## Task item
Return the lines below exactly as they appear, please, starting with the first and ending with the one that contains "The meter's stated".
* * * * * * *
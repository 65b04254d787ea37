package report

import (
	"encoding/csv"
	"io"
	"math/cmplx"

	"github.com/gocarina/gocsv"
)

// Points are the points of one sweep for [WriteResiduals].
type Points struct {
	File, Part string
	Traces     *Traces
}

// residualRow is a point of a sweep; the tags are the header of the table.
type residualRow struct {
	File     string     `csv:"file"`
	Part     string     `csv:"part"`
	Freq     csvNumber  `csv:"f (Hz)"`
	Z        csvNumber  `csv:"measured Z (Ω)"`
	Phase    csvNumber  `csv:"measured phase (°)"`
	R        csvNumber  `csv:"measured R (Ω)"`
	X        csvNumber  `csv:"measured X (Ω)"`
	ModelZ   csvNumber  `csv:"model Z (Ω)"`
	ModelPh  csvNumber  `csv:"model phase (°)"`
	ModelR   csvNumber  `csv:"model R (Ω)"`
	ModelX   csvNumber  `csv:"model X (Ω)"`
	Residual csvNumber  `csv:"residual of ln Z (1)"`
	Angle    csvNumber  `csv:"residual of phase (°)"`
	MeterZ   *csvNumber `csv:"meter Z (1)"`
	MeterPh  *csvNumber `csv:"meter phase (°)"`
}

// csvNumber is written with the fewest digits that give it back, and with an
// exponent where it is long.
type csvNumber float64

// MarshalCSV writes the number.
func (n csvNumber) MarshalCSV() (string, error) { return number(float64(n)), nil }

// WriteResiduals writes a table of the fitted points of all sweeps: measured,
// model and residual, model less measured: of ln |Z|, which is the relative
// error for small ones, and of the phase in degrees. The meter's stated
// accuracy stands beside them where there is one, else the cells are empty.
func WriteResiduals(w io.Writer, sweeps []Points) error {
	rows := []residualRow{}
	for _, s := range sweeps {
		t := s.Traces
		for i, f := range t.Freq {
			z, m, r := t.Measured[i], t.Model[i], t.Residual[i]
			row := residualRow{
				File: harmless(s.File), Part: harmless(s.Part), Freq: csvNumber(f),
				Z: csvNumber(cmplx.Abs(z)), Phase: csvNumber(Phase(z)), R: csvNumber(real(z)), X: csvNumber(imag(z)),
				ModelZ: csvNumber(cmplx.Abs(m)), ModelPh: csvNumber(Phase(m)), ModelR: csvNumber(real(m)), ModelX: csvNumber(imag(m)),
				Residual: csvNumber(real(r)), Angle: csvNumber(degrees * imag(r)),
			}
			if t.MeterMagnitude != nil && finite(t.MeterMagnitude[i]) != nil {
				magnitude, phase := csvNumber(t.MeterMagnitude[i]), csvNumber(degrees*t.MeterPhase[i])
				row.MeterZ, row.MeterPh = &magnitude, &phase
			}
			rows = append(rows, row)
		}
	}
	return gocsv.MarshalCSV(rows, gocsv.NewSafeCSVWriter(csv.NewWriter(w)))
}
* * * * * * *
## Result
repository 65b04254d787ea37
package report

import (
	"encoding/csv"
	"io"
	"math/cmplx"

	"github.com/gocarina/gocsv"
)

// Points are the points of one sweep for [WriteResiduals].
type Points struct {
	File, Part string
	Traces     *Traces
}

// residualRow is a point of a sweep; the tags are the header of the table.
type residualRow struct {
	File     string     `csv:"file"`
	Part     string     `csv:"part"`
	Freq     csvNumber  `csv:"f (Hz)"`
	Z        csvNumber  `csv:"measured Z (Ω)"`
	Phase    csvNumber  `csv:"measured phase (°)"`
	R        csvNumber  `csv:"measured R (Ω)"`
	X        csvNumber  `csv:"measured X (Ω)"`
	ModelZ   csvNumber  `csv:"model Z (Ω)"`
	ModelPh  csvNumber  `csv:"model phase (°)"`
	ModelR   csvNumber  `csv:"model R (Ω)"`
	ModelX   csvNumber  `csv:"model X (Ω)"`
	Residual csvNumber  `csv:"residual of ln Z (1)"`
	Angle    csvNumber  `csv:"residual of phase (°)"`
	MeterZ   *csvNumber `csv:"meter Z (1)"`
	MeterPh  *csvNumber `csv:"meter phase (°)"`
}

// csvNumber is written with the fewest digits that give it back, and with an
// exponent where it is long.
type csvNumber float64

// MarshalCSV writes the number.
func (n csvNumber) MarshalCSV() (string, error) { return number(float64(n)), nil }

// WriteResiduals writes a table of the fitted points of all sweeps: measured,
// model and residual, model less measured: of ln |Z|, which is the relative
// error for small ones, and of the phase in degrees. The meter's stated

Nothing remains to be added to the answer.